:: How to complete this task ::
When the line with "density = weight[others" appears below, start repeating lines exactly, and keep going through the line with "assert cell_size.mean_variance_cost([4, 0, 2], 2.0)"; add nothing outside that span.

_____

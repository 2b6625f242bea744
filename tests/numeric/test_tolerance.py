"""Areas beyond tolerance: what they hold is recounted from the points themselves."""

import numpy as np
import pytest
from steadfield.algorithms.numeric import contrast
from steadfield.algorithms.numeric.errors import InputError
from steadfield.algorithms.numeric.grid import Grid
from steadfield.algorithms.numeric.tolerance import tolerance_areas

GRID = Grid(-2000.0, 2000.0, 100.0, 40, 40)


@pytest.fixture(scope="module")
def raised():
    """A raised disc and a hole that records avoid."""
    generator = np.random.default_rng(1)
    background = generator.uniform(-2000, 2000, (2, 5000))
    records = generator.uniform(-2000, 2000, (2, 900))
    records = records[:, np.hypot(records[0] + 900, records[1] - 700) > 600]
    records = np.hstack([records, generator.normal((800, -600), 200, (80, 2)).T])
    pooled = contrast.pool((*records, None), (*background, None))
    found = contrast.density_contrast(pooled, GRID, 250.0)
    return found, contrast.relabel(found, 99, generator)


def test_areas_are_recounted_from_their_pixels_and_points(raised):
    found, relabelling = raised
    areas = tolerance_areas(found, relabelling, [0.05, 0.02])
    pooled = found.pooled
    rows, columns, _ = GRID.pixels(pooled.x, pooled.y)
    is_record = np.arange(pooled.x.size) < pooled.records
    assert areas.side.size > 4 and areas.everywhere.any() and (areas.side == -1).any()
    for position in range(areas.side.size):
        (inside,) = (own == position + 1 for own in areas.labels if (own == position + 1).any())
        assert areas.area[position] == inside.sum() * 100.0**2
        held = inside[rows, columns]
        assert areas.records[position] == (held & is_record).sum()
        assert areas.background[position] == (held & ~is_record).sum()
        first, second = pooled.totals
        assert areas.expected[position] == pytest.approx(
            areas.background[position] * first / second
        )
        name = "p_raised" if areas.side[position] > 0 else "p_lowered"
        p_values = getattr(relabelling, name + ("_anywhere" if areas.everywhere[position] else ""))
        assert p_values[inside].max() <= areas.level[position]
        assert areas.least_p[position] == p_values[inside].min()
        ratios = np.exp(found.log_ratio[inside])
        farthest = ratios.max() if areas.side[position] > 0 else ratios.min()
        assert areas.ratio[position] == pytest.approx(farthest)
        assert inside[areas.row[position], areas.column[position]]


def test_raised_and_lowered_areas_lie_where_they_were_put(raised):
    areas = tolerance_areas(*raised, [0.05])
    x, y = GRID.x_centres()[areas.column], GRID.y_centres()[areas.row]
    up = areas.everywhere & (areas.side > 0)
    down = areas.everywhere & (areas.side < 0)
    assert up.any() and np.all(np.hypot(x - 800, y + 600)[up] < 400)
    assert down.any() and np.all(np.hypot(x + 900, y - 700)[down] < 600)
    assert np.all(areas.ratio[up] > 1) and np.all(areas.ratio[down] < 1)


def test_ranks_follow_the_records_beyond_expectation(raised):
    areas = tolerance_areas(*raised, [0.1, 0.05])
    for everywhere in (False, True):
        for side in (1, -1):
            for level in (0.1, 0.05):
                own = (areas.everywhere == everywhere) & (areas.side == side)
                own &= areas.level == level
                assert areas.rank[own].tolist() == list(range(1, own.sum() + 1))
                beyond = side * (areas.records - areas.expected)[own]
                assert np.all(np.diff(beyond) <= 0)


def test_nothing_beyond_tolerance_is_no_area():
    x, y = np.random.default_rng(2).normal(0, 700, (2, 300))
    pooled = contrast.pool((x, y, None), (x, y, None))
    found = contrast.density_contrast(pooled, GRID, 300.0)
    relabelling = contrast.relabel(found, 39, np.random.default_rng(3))
    areas = tolerance_areas(found, relabelling, [0.05])
    assert areas.side.size == 0 and areas.labels == []


def test_levels_that_the_relabellings_cannot_reach_are_refused(raised):
    with pytest.raises(InputError, match="at least 199 relabellings"):
        tolerance_areas(*raised, [0.005])
    for level in (0.5, 0.6):
        with pytest.raises(InputError, match=f"below 50 %; found {100 * level:g} %"):
            tolerance_areas(*raised, [level])
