import math

import numpy as np
import pytest
from steadfield.algorithms.numeric import cell_size, hexagons
from steadfield.algorithms.numeric.errors import CancelledError, InputError


def leave_one_out_score(cell, area, weight):
    """Integrated square less twice the left-out mean, record by record (Rudemo 1982)."""
    total = weight.sum()
    square = sum(weight[cell == k].sum() ** 2 for k in np.unique(cell)) / (total**2 * area)
    mean = 0.0
    for i in range(len(cell)):
        others = np.arange(len(cell)) != i
        density = weight[others & (cell == cell[i])].sum() / (weight[others].sum() * area)
        mean += weight[i] / total * density
    return square - 2 * mean


def test_cross_validation_score_agrees_with_leaving_out_record_by_record():
    generator = np.random.default_rng(1)
    cell = generator.integers(0, 7, 40)
    ones = np.ones(40)
    found = cell_size.cross_validation_score(cell, ones, 3.0)
    assert found == pytest.approx(leave_one_out_score(cell, 3.0, ones), rel=1e-12)
    # the closed form for equal weights, Rudemo (1982), Scand. J. Stat. 9:65
    n, squares = 40, np.square(np.bincount(cell)).sum()
    closed = 2 / ((n - 1) * 3.0) - (n + 1) / (n**2 * (n - 1) * 3.0) * squares
    assert found == pytest.approx(closed, rel=1e-12)
    weight = generator.uniform(0.5, 4.0, 40)
    found = cell_size.cross_validation_score(cell, weight, 3.0)
    assert found == pytest.approx(leave_one_out_score(cell, 3.0, weight), rel=1e-12)


def test_mean_variance_cost_of_a_few_bins_worked_by_hand():
    # Counts 4, 0, 2: mean 2, variance 8/3 (divided by 3, as the method asks); area 2.
    assert cell_size.mean_variance_cost([4, 0, 2], 2.0) == pytest.approx((4 - 8 / 3) / 4)
    # Weights change what chance gives: sum of squares in place of the count.
    assert cell_size.mean_variance_cost([4, 0, 2], 2.0, [8, 0, 4]) == pytest.approx((8 - 8 / 3) / 4)


def test_mean_variance_cost_estimates_the_integrated_error_up_to_a_constant():
    # Poisson counts in m bins of width 1/m under the rate a + b x on the unit interval. The mean
    # integrated squared error is noise (mean count / width^2) plus bias (b^2 / (12 m^2)); the cost
    # estimates it less the variance of the rate, b^2 / 12. Dividing the variance of m counts by m
    # rather than m - 1 leaves 1/m of the noise on top.
    a, b, m = 40.0, 200.0, 5
    expected_counts = a / m + b * np.diff(np.linspace(0, 1, m + 1) ** 2) / 2
    counts = np.random.default_rng(2).poisson(expected_counts, (6000, m))
    cost = np.mean([cell_size.mean_variance_cost(row, 1 / m) for row in counts])
    noise = expected_counts.mean() * m**2
    expected = noise * (1 + 1 / m) + b**2 / (12 * m**2) - b**2 / 12
    assert cost == pytest.approx(expected, rel=0.02)


@pytest.mark.parametrize("shape", ["hexagon", "square"])
def test_sweep_counts_cells_below_the_least_and_their_error(shape):
    x, y = np.random.default_rng(3).normal(0, 500, (2, 400))
    found = cell_size.sweep(
        x, y, [900.0, 300.0], shape, np.random.default_rng(4), least_records=12, offsets=3
    )
    np.testing.assert_array_equal(found.size, [300, 900])
    generator = np.random.default_rng(4)
    for row, size in enumerate(found.size):
        cells, below, records, errors = [], [], [], []
        for _ in range(3):
            tiling = cell_size.random_tiling(shape, size, True, generator)
            frame = {"origin": tiling.origin, "angle": tiling.angle}
            cut = hexagons.hexagon_cells if shape == "hexagon" else hexagons.square_cells
            q, r = cut(x, y, size, **frame)
            _, counts = np.unique(np.stack([q, r]), axis=1, return_counts=True)
            cells.append(len(counts))
            below.append(np.mean(counts < 12))
            records.append(counts[counts < 12].sum() / 400)
            errors.append(np.median(1 / np.sqrt(counts)))
        assert found.cells[row] == pytest.approx(np.mean(cells))
        assert found.share_below[row] == pytest.approx(np.mean(below))
        assert found.records_below[row] == pytest.approx(np.mean(records))
        assert found.counting_error[row] == pytest.approx(np.mean(errors))


def test_criteria_of_normal_records_are_smallest_near_the_closed_form():
    # Integrated squared error of a histogram of squares (Scott 1992): 1 / (n h^2) + h^2 R / 12, R
    # the integral of the squared gradient, 1 / (4 pi) for the standard normal; least at
    # h^4 = 12 / (n R).
    n = 20_000
    x, y = np.random.default_rng(5).normal(0, 1, (2, n))
    best = (12 / (n / (4 * math.pi))) ** 0.25
    sizes = best * 1.25 ** np.arange(-5, 6)
    found = cell_size.sweep(x, y, sizes, "square", np.random.default_rng(6), offsets=12)
    advice = cell_size.advise(found)
    assert abs(math.log(found.size[advice.by_cross_validation] / best)) < math.log(1.6)
    assert abs(math.log(found.size[advice.by_mean_variance] / best)) < math.log(1.6)
    assert advice.agree and not advice.at_the_end


def figures(records_below, cross_validation, mean_variance):
    size = 100.0 * 2.0 ** np.arange(len(records_below))
    rest = np.ones(len(size))
    return cell_size.Sweep(
        size, rest, rest, np.array(records_below), rest, np.array(cross_validation),
        np.array(mean_variance),
    )  # fmt: skip


def test_advice_follows_the_criteria_and_grows_until_few_records_stand_in_thin_cells():
    advice = cell_size.advise(figures([0.9, 0.6, 0.08, 0.05], [3, 1, 2, 4], [3, 1, 2, 4]))
    assert (advice.by_cross_validation, advice.by_mean_variance) == (1, 1)
    assert advice.by_least_records == 2 and advice.advised == 2 and advice.agree
    assert cell_size.advise(figures([0.2, 0.1, 0.1, 0.1], [3, 1, 2, 4], [3, 1, 2, 4])).advised == 1


def test_advice_says_when_criteria_differ_or_no_size_has_enough_records():
    advice = cell_size.advise(figures([0.9, 0.6, 0.5, 0.4], [1, 2, 3, 4], [4, 3, 1, 2]))
    assert not advice.agree and advice.at_the_end
    assert advice.by_least_records is None and advice.advised == 3


def test_one_record_or_one_spot_is_refused():
    with pytest.raises(InputError, match="at least 2"):
        cell_size.sweep([1.0], [1.0], [5.0], "square", np.random.default_rng(1))
    with pytest.raises(InputError, match="one spot"):
        cell_size.sizes_to_try(np.ones(5), np.ones(5))
    with pytest.raises(InputError, match="above 0"):
        cell_size.sweep([1.0, 2.0], [1.0, 2.0], [0.0], "square", np.random.default_rng(1))


def test_sweep_can_be_cancelled():
    def cancel(share):
        raise CancelledError

    x, y = np.random.default_rng(1).normal(size=(2, 50))
    with pytest.raises(CancelledError):
        cell_size.sweep(x, y, [1.0], "hexagon", np.random.default_rng(1), progress=cancel)


def test_sizes_for_zonings_rise_from_readable_counts_to_a_thirtieth_of_the_area():
    x, y = np.random.default_rng(8).uniform(0, 10_000, (2, 6000))
    sizes = cell_size.sizes_for_zonings(x, y, np.ones(6000), 1e8, np.random.default_rng(1))
    assert (np.diff(sizes) > 0).all() and len(sizes) == 6
    assert hexagons.hexagon_area(sizes[-1]) == pytest.approx(1e8 / 30, rel=0.1)
    # Uniform records: a cell of the smallest size holds about twenty.
    assert 14 < 6000 * hexagons.hexagon_area(sizes[0]) / 1e8 < 35


def test_the_sizes_tried_bracket_the_reference_rule():
    x, y = np.random.default_rng(9).normal(0, 700, (2, 2000))
    sizes = cell_size.sizes_to_try(x, y)
    reference = 3.5 * 700 * 2000**-0.25
    assert sizes[0] < reference / 5 and sizes[-1] > reference * 3.5
    assert (sizes == [float(f"{size:.1e}") for size in sizes]).all()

_____

:: The answer ::
        density = weight[others & (cell == cell[i])].sum() / (weight[others].sum() * area)
        mean += weight[i] / total * density
    return square - 2 * mean


def test_cross_validation_score_agrees_with_leaving_out_record_by_record():
    generator = np.random.default_rng(1)
    cell = generator.integers(0, 7, 40)
    ones = np.ones(40)
    found = cell_size.cross_validation_score(cell, ones, 3.0)
    assert found == pytest.approx(leave_one_out_score(cell, 3.0, ones), rel=1e-12)
    # the closed form for equal weights, Rudemo (1982), Scand. J. Stat. 9:65
    n, squares = 40, np.square(np.bincount(cell)).sum()
    closed = 2 / ((n - 1) * 3.0) - (n + 1) / (n**2 * (n - 1) * 3.0) * squares
    assert found == pytest.approx(closed, rel=1e-12)
    weight = generator.uniform(0.5, 4.0, 40)
    found = cell_size.cross_validation_score(cell, weight, 3.0)
    assert found == pytest.approx(leave_one_out_score(cell, 3.0, weight), rel=1e-12)


def test_mean_variance_cost_of_a_few_bins_worked_by_hand():
    # Counts 4, 0, 2: mean 2, variance 8/3 (divided by 3, as the method asks); area 2.
    assert cell_size.mean_variance_cost([4, 0, 2], 2.0) == pytest.approx((4 - 8 / 3) / 4)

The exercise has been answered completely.